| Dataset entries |

--------------------

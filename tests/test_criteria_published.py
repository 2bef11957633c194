"""Published pairwise filter checks (worked example W1: two solved problems).

Source (READ, web copy): Section 6.11 "Solved problems for filter design (SI)",
Tables 6.4 and 6.5, of a US government river and riprap design manual (its
title was not visible in the copy read; problem 2 is credited there to
Anderson et al., 1968). Its criteria are D15F/D85B < 5 and D15F/D15B > 5
(with an upper ratio of 40 that tamis does not implement), i.e. the Terzaghi
ratios with R = 5 (``rules.criteria = "terzaghi"``, ``terzaghi_ratio = 5``).

Published numbers used as published: problem 1 D15R/D85B = 6/1.5 = 4 (< 5)
and D15R/D15B = 6/0.38 (printed 16); problem 2 D15R/D85B = 100/1.5 = 67
(> 5), filter limits D15F < 5 x 1.5 = 7.5 mm and D15F > 5 x 0.17 = 0.85 mm.
The D85F > 20 mm of the intermediate filter is DERIVED by us from the same
manual's fourth check (D15R/D85F < 5).
"""

from __future__ import annotations

import json

import pytest

from tamis import api

RULES = {"criteria": "terzaghi", "terzaghi_ratio": 5}


def _test_from_d(d15, d50, d85):
    """A curve through the published D15, D50, D85 [mm] (the points between are log-linear)."""
    return {"passing": [{"opening_mm": d85 * 4, "passing_pct": 100}, {"opening_mm": d85, "passing_pct": 85},
                        {"opening_mm": d50, "passing_pct": 50}, {"opening_mm": d15, "passing_pct": 15},
                        {"opening_mm": d15 / 4, "passing_pct": 0}], "plasticity": {"nonplastic": True}}


P1_BASE, P1_RIPRAP = _test_from_d(0.38, 0.75, 1.50), _test_from_d(6.0, 12.0, 24.0)
P2_BASE, P2_RIPRAP = _test_from_d(0.17, 0.5, 1.5), _test_from_d(100.0, 200.0, 400.0)


def _evaluate(sample, base):
    r = json.loads(api.handle(json.dumps({"schema": 1, "op": "evaluate", "id": 1, "sample": sample, "base": base,
                                          "rules": RULES})))
    assert r["ok"], r
    return {c["id"]: c for c in r["result"]["checks"]}, r["result"]["limits"]


def test_problem_1_no_filter_needed():
    checks, limits = _evaluate(P1_RIPRAP, P1_BASE)
    ret, perm = checks["filter.retention"], checks["filter.permeability"]
    assert ret["status"] == "pass" and ret["value"] / limits["d85b_mm"] == pytest.approx(4.0, rel=1e-9)
    assert perm["status"] == "pass"
    assert perm["value"] / limits["d15b_mm"] == pytest.approx(16, abs=0.5)     # printed 16 (exact 15.8)


def test_problem_2_riprap_on_base_fails_and_filter_limits():
    checks, limits = _evaluate(P2_RIPRAP, P2_BASE)
    assert checks["filter.retention"]["status"] == "fail"
    assert checks["filter.retention"]["value"] / limits["d85b_mm"] == pytest.approx(67, abs=0.5)
    assert limits["d15_max_mm"] == pytest.approx(7.5, rel=1e-9)
    assert limits["d15_min_mm"] == pytest.approx(0.85, rel=1e-9)


def test_problem_2_as_a_zone_sequence_asks_for_an_intermediate_filter():
    req = {"schema": 1, "op": "zones", "id": 1, "rules": RULES,
           "zones": [{"name": "base sand", "test": P2_BASE},
                     {"name": "riprap", "role": "shell", "test": P2_RIPRAP}]}
    r = json.loads(api.handle(json.dumps(req)))
    assert r["ok"], r
    inter = r["result"]["interfaces"][0]["intermediate"]
    assert inter["needed"] and inter["feasible"]
    assert inter["d15_min_mm"] == pytest.approx(0.85, rel=1e-9)        # published: D15F > 0.85 mm
    assert inter["d15_max_mm"] == pytest.approx(7.5, rel=1e-9)         # published: D15F < 7.5 mm
    assert inter["d85_min_mm"] == pytest.approx(20.0, rel=1e-9)        # derived: D85F > 100 / 5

--------------------

| YOUR GOAL |
Each entry should be retyped exactly as given.

| TASK RESULT |
filename tests/test_criteria_published.py
repository 2bef11957633c194
"""Published pairwise filter checks (worked example W1: two solved problems).

Source (READ, web copy): Section 6.11 "Solved problems for filter design (SI)",
Tables 6.4 and 6.5, of a US government river and riprap design manual (its
title was not visible in the copy read; problem 2 is credited there to
Anderson et al., 1968). Its criteria are D15F/D85B < 5 and D15F/D15B > 5
(with an upper ratio of 40 that tamis does not implement), i.e. the Terzaghi
ratios with R = 5 (``rules.criteria = "terzaghi"``, ``terzaghi_ratio = 5``).

Published numbers used as published: problem 1 D15R/D85B = 6/1.5 = 4 (< 5)
and D15R/D15B = 6/0.38 (printed 16); problem 2 D15R/D85B = 100/1.5 = 67
(> 5), filter limits D15F < 5 x 1.5 = 7.5 mm and D15F > 5 x 0.17 = 0.85 mm.
The D85F > 20 mm of the intermediate filter is DERIVED by us from the same
manual's fourth check (D15R/D85F < 5).
"""

from __future__ import annotations

import json

import pytest

from tamis import api

RULES = {"criteria": "terzaghi", "terzaghi_ratio": 5}


def _test_from_d(d15, d50, d85):
    """A curve through the published D15, D50, D85 [mm] (the points between are log-linear)."""
    return {"passing": [{"opening_mm": d85 * 4, "passing_pct": 100}, {"opening_mm": d85, "passing_pct": 85},
                        {"opening_mm": d50, "passing_pct": 50}, {"opening_mm": d15, "passing_pct": 15},
                        {"opening_mm": d15 / 4, "passing_pct": 0}], "plasticity": {"nonplastic": True}}


P1_BASE, P1_RIPRAP = _test_from_d(0.38, 0.75, 1.50), _test_from_d(6.0, 12.0, 24.0)
P2_BASE, P2_RIPRAP = _test_from_d(0.17, 0.5, 1.5), _test_from_d(100.0, 200.0, 400.0)


def _evaluate(sample, base):
    r = json.loads(api.handle(json.dumps({"schema": 1, "op": "evaluate", "id": 1, "sample": sample, "base": base,
                                          "rules": RULES})))
    assert r["ok"], r
    return {c["id"]: c for c in r["result"]["checks"]}, r["result"]["limits"]


def test_problem_1_no_filter_needed():
    checks, limits = _evaluate(P1_RIPRAP, P1_BASE)
    ret, perm = checks["filter.retention"], checks["filter.permeability"]
    assert ret["status"] == "pass" and ret["value"] / limits["d85b_mm"] == pytest.approx(4.0, rel=1e-9)
    assert perm["status"] == "pass"
    assert perm["value"] / limits["d15b_mm"] == pytest.approx(16, abs=0.5)     # printed 16 (exact 15.8)


def test_problem_2_riprap_on_base_fails_and_filter_limits():
    checks, limits = _evaluate(P2_RIPRAP, P2_BASE)
    assert checks["filter.retention"]["status"] == "fail"
    assert checks["filter.retention"]["value"] / limits["d85b_mm"] == pytest.approx(67, abs=0.5)
    assert limits["d15_max_mm"] == pytest.approx(7.5, rel=1e-9)
    assert limits["d15_min_mm"] == pytest.approx(0.85, rel=1e-9)


def test_problem_2_as_a_zone_sequence_asks_for_an_intermediate_filter():
    req = {"schema": 1, "op": "zones", "id": 1, "rules": RULES,
           "zones": [{"name": "base sand", "test": P2_BASE},
                     {"name": "riprap", "role": "shell", "test": P2_RIPRAP}]}
    r = json.loads(api.handle(json.dumps(req)))
    assert r["ok"], r
    inter = r["result"]["interfaces"][0]["intermediate"]
    assert inter["needed"] and inter["feasible"]
    assert inter["d15_min_mm"] == pytest.approx(0.85, rel=1e-9)        # published: D15F > 0.85 mm
    assert inter["d15_max_mm"] == pytest.approx(7.5, rel=1e-9)         # published: D15F < 7.5 mm
    assert inter["d85_min_mm"] == pytest.approx(20.0, rel=1e-9)        # derived: D85F > 100 / 5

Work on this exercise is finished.